According to the 2011 census Balaghat district has a population of 1,701,698, roughly equal to the nation of The Gambia or the US state of Nebraska. This gives it a ranking of 288th in India (out of a total of 640). The district has a population density of 184 PD/sqkm. Its population growth rate over the decade 2001–11 was 13.56%. Balaghat has a sex ratio of 1021 females for every 1000 males, and a literacy rate of 78.29%. 14.39% of the population lives in urban areas.

The major Hindu castes include Powar, Brahmin, Rajput, Lodhi, Kunbi, Teli etc.

Scheduled Castes and Scheduled Tribes made up 125,426 (7.37%) and 383,026 (22.51%) of the population respectively.

Hindus are 89.29%, Buddhists are 4.24% and Muslims are 2.26%. Other religions (mainly tribal tradition) is 3.41%.

At the time of the 2011 census of India, 40.85% of the population in the district spoke Hindi, 16.41% Marathi, 9.64% Powari, 9.35% Gondi, 5.33% Chhattisgarhi, 5.22% Lodhi and 1.18% Kalari as their first language. 9.55% of the population spoke another variety classed under Hindi.

As per the 2001 Census, the total population of the district is 1,497,968, of which 1,236,083 is rural population and 129,787 is urban. Out of the total population, 113,105 are Scheduled Caste and 298,665 are Scheduled Tribes. The no. of males was 682,260 and the no. of females was 683,610. According to the District website the total area of the district is 9245 km^{2}, making the population density 162 persons per km^{2}.

In the 1991 Census, the total population of the district was 1,365,870.

==Tourist places==
- Kanha National Park
- Pench National Park
- Dhuty Dam

==Villages==

- Rampayli
- Seoti
- Kokna
- Dhoriya Padaswada
- Binora
- Jamdi
- Kandri
- Bhanegaon
- Hirri
- Kirnapur
- Hatta
- Kinhi
- Kalkatta
- Palhera
- Bhanegaon
- Borgaon
- Kotri
- Bhimodi
- Bolegaon

==Flora and fauna==
About 80% of the district's area is covered with forest. it is also the District of Madhya Pradesh which has maximum Forest Density. Teak (Tectona grandis), sal (Shorea robusta), bamboo and saja are the main trees. Fauna includes tiger, leopard, bear, nilgai, deer, and gaur, and birds like peacock, Red Bulbul and Koyal. Kanha National Park (Mukki) lies in the district.

== Notable people ==

- Hemlata Mahishwar, Indian Hindi writer, literary critic.
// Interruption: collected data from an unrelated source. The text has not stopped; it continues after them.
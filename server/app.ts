import express, { type Express } from 'express';
import helmet from 'helmet';
import { pinoHttp } from 'pino-http';
import { existsSync } from 'node:fs';
import path from 'node:path';
import type { PasswordHasher } from './auth/passwords';
import { requireCsrf, requireUser, sessionMiddleware } from './auth/session';
import type { Database } from './db/client';
import { errorHandler, notFound } from './http/errors';
import type { Mailer } from './mail/mailer';
import { authRoutes, type AuthLimits } from './routes/auth';
import { devMailRoutes } from './routes/dev-mail';
import { engineRoutes } from './routes/engine';
import { healthRoutes } from './routes/health';
import { modelRoutes } from './routes/models';
import { projectRoutes } from './routes/projects';
import { measurementRoutes } from './routes/measurements';
import { sheetRoutes } from './routes/sheets';
import { bundleRoutes } from './routes/bundle';
import { invitationLinkRoutes, teamRoutes, type InvitationLimits } from './routes/team';
import { shopSheetRoutes } from './routes/shop-sheet';
import { createActivityService } from './services/activity';
import { createAuthService } from './services/auth';
import { createBundleService } from './services/bundle';
import { createCheckService } from './services/checks';
import { createCommentService } from './services/comments';
import { createCorrectionService } from './services/corrections';
import { createInvitationService } from './services/invitations';
import { createMemberService } from './services/members';
import { createModelService } from './services/models';
import { createProjectService } from './services/projects';
import { createMeasurementService } from './services/measurements';
import { createSheetService } from './services/sheets';
import { createShopSheetService } from './services/shop-sheet';
import { defaultSolvePool, type SolvePool } from './solve/pool';
import { createLocalStorage } from './storage/local';
import type { BlobStorage } from './storage/storage';

export interface AppDeps {
  database: Database;
  mailer: Mailer;
  /** Where uploaded sheets are kept (local disk or an S3 bucket); default local `uploads/`. */
  storage?: BlobStorage;
  /** Largest accepted upload per file, bytes (default 60 MB). */
  uploadMaxBytes?: number;
  /** Where multipart uploads are staged while checked (default: the system temp folder). */
  uploadTempDir?: string;
  hasher: PasswordHasher;
  sessionSecret: string;
  appUrl: string;
  production: boolean;
  /** Folder of the local mail sink, for the /dev/mail page (never in production). */
  mailDir?: string;
  /** Built client (vite build output) to serve with an SPA fallback. */
  clientDir?: string;
  trustProxy?: string;
  /** Request log level (pino); tests leave it silent. */
  logLevel?: 'silent' | 'error' | 'warn' | 'info' | 'debug';
  /** Solves one user may ask for a minute (default 120). */
  solvesPerMinute?: number;
  /** Where every solve runs (default: the process's pool, sized to the cores). */
  solver?: SolvePool;
  /** Sign-in and registration limits per client address and e-mail (defaults in routes/auth). */
  authLimits?: Partial<AuthLimits>;
  /** Invitations and resends per project and per address (defaults in routes/team). */
  invitationLimits?: Partial<InvitationLimits>;
  /** Where request logs go (default standard output). */
  logStream?: NodeJS.WritableStream;
}

function parseTrustProxy(value: string): boolean | number | string {
  if (value === 'true') return true;
  if (value === 'false') return false;
  return /^\d+$/.test(value) ? Number(value) : value;
}

/** Builds the whole app from its dependencies; never listens (server/index.ts does). */
export function createApp(deps: AppDeps): Express {
  const { db, pool } = deps.database;
  const app = express();
  app.disable('x-powered-by');
  // One structured line per request. Cookies, CSRF tokens and credentials never reach the log;
  // bodies (passwords, reset tokens) are not logged at all. At `silent` there is nothing to log,
  // and the middleware (a child logger per request) is left out.
  if ((deps.logLevel ?? 'silent') !== 'silent') {
    app.use(
      pinoHttp(
        {
          level: deps.logLevel,
          redact: {
            paths: [
              'req.headers.cookie',
              'req.headers.authorization',
              'req.headers["x-csrf-token"]',
              'res.headers["set-cookie"]',
            ],
            censor: '[hidden]',
          },
          serializers: {
            req: (req: { method: string; url: string; id: unknown }) => ({
              id: req.id,
              method: req.method,
              url: req.url
                .replace(/([?&]token=)[^&]+/, '$1[hidden]')
                .replace(/(\/invitations\/)[\w-]{20,}/, '$1[hidden]'),
            }),
            // The status is what a request log needs; the headers are the same on every line.
            res: (res: { statusCode: number }) => ({ statusCode: res.statusCode }),
          },
          autoLogging: { ignore: (req) => req.url === '/api/health' },
        },
        deps.logStream,
      ),
    );
  }
  // Everything the client needs is shipped with it: scripts, fonts and workers come from our own
  // origin only. Naive UI sets styles at run time (hence inline styles); pdf.js may compile
  // WebAssembly decoders; canvases and previews use blob: and data: images.
  app.use(
    helmet({
      contentSecurityPolicy: {
        useDefaults: false,
        directives: {
          defaultSrc: ["'self'"],
          scriptSrc: ["'self'", "'wasm-unsafe-eval'"],
          styleSrc: ["'self'", "'unsafe-inline'"],
          imgSrc: ["'self'", 'data:', 'blob:'],
          fontSrc: ["'self'", 'data:'],
          connectSrc: ["'self'"],
          workerSrc: ["'self'", 'blob:'],
          objectSrc: ["'none'"],
          baseUri: ["'self'"],
          formAction: ["'self'"],
          frameAncestors: ["'none'"],
        },
      },
      // Plain http on loopback in development: no HSTS, no upgrade.
      strictTransportSecurity: deps.production,
    }),
  );
  if (deps.trustProxy) app.set('trust proxy', parseTrustProxy(deps.trustProxy));

  const auth = createAuthService({
    db,
    hasher: deps.hasher,
    mailer: deps.mailer,
    appUrl: deps.appUrl,
  });
  const activity = createActivityService(db);
  const solver = deps.solver ?? defaultSolvePool();
  const models = createModelService(db, activity, solver);
  const storage = deps.storage ?? createLocalStorage('uploads');
  const sheets = createSheetService({ db, storage });
  const projects = createProjectService(db, models, sheets.releaseFiles);
  const uploadMaxBytes = deps.uploadMaxBytes ?? 60 * 1024 * 1024;

  const invitations = createInvitationService({
    db,
    mailer: deps.mailer,
    appUrl: deps.appUrl,
    activity,
  });
  const team = {
    invitations,
    members: createMemberService(db, activity),
    checks: createCheckService(db, models, activity),
    comments: createCommentService({ db, mailer: deps.mailer, appUrl: deps.appUrl, activity }),
    corrections: createCorrectionService(db, activity),
    activity,
  };

  const api = express.Router();
  api.use(express.json({ limit: '2mb' }));
  api.use('/health', healthRoutes(db));
  api.use(sessionMiddleware({ pool, secret: deps.sessionSecret, secure: deps.production }));
  api.use(requireCsrf);
  api.use('/auth', authRoutes(db, auth, deps.authLimits));
  api.use(engineRoutes(db, solver, { solvesPerMinute: deps.solvesPerMinute }));
  api.use('/invitations', invitationLinkRoutes(db, invitations));
  api.use(
    '/projects',
    requireUser,
    projectRoutes(db, projects),
    modelRoutes(db, models),
    shopSheetRoutes(
      db,
      createShopSheetService(models, {
        solver,
        // Each row shows its checks, and the title block the corrections of the source sheets.
        reviews: async (projectId, stored) => {
          const [{ checks }, corrections] = await Promise.all([
            team.checks.list(projectId, stored),
            team.corrections.list(projectId),
          ]);
          const byName = new Map(
            checks.map((c) => [c.dimension, { state: c.state, checker: c.checkedBy.name }]),
          );
          return {
            checkOf: (name) => byName.get(name),
            corrections: corrections.map((c) => ({
              // People read the sheet's title; a sheet since removed is said so, not its id.
              sheet: c.sheetId ? (c.sheetTitle ?? 'a removed sheet') : null,
              dimension: c.dimension,
              wrong: c.wrong,
              corrected: c.corrected,
              reason: [c.reason, c.sourceNote ? `${c.source}: ${c.sourceNote}` : c.source]
                .filter(Boolean)
                .join(' — '),
              by: c.author.name,
              date: c.createdAt.slice(0, 10),
            })),
          };
        },
      }),
    ),
    sheetRoutes(db, sheets, { maxBytes: uploadMaxBytes, tempDir: deps.uploadTempDir }),
    measurementRoutes(db, createMeasurementService(db, models)),
    teamRoutes(db, team, deps.invitationLimits),
    // A bundle carries every file of a project: up to 20 uploads' worth.
    bundleRoutes(
      db,
      createBundleService({
        db,
        storage,
        sheets,
        ...team,
        tempDir: deps.uploadTempDir,
        limits: { maxFileBytes: uploadMaxBytes },
        solver,
      }),
      { maxBytes: uploadMaxBytes * 20, tempDir: deps.uploadTempDir },
    ),
  );
  api.use(() => {
    throw notFound('That API route');
  });
  app.use('/api', api);

  if (!deps.production && deps.mailDir) app.use('/dev/mail', devMailRoutes(deps.mailDir));

  if (deps.clientDir && existsSync(path.join(deps.clientDir, 'index.html'))) {
    const clientDir = deps.clientDir;
    app.use(
      '/assets',
      express.static(path.join(clientDir, 'assets'), { immutable: true, maxAge: '1y' }),
    );
    app.use(express.static(clientDir, { index: false }));
    app.get('/{*splat}', (_req, res) => {
      res.set('Cache-Control', 'no-cache').sendFile(path.join(clientDir, 'index.html'));
    });
  }

  app.use(errorHandler({ production: deps.production }));
  return app;
}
==Geographical indication==
Balaghat Chinnor rice was awarded the Geographical Indication (GI) status tag from the Geographical Indications Registry under the Government of India on 14 September 2021 (valid until 2 October 2029).

Balaghat Chinnor Utpadak Sahkari Samiti Maryadit Balaghat from Waraseoni, proposed the GI registration of Balaghat Chinnor rice. After filing the application in October 2019, the rice was granted the GI tag in 2021 by the Geographical Indication Registry in Chennai, making the name "Balaghat Chinnor rice" exclusive to the rice grown in the region. It thus became the first rice variety from Madhya Pradesh and the 12th type of goods from Madhya Pradesh to earn the GI tag.

The GI tag protects the rice from illegal selling and marketing, and gives it legal protection and a unique identity.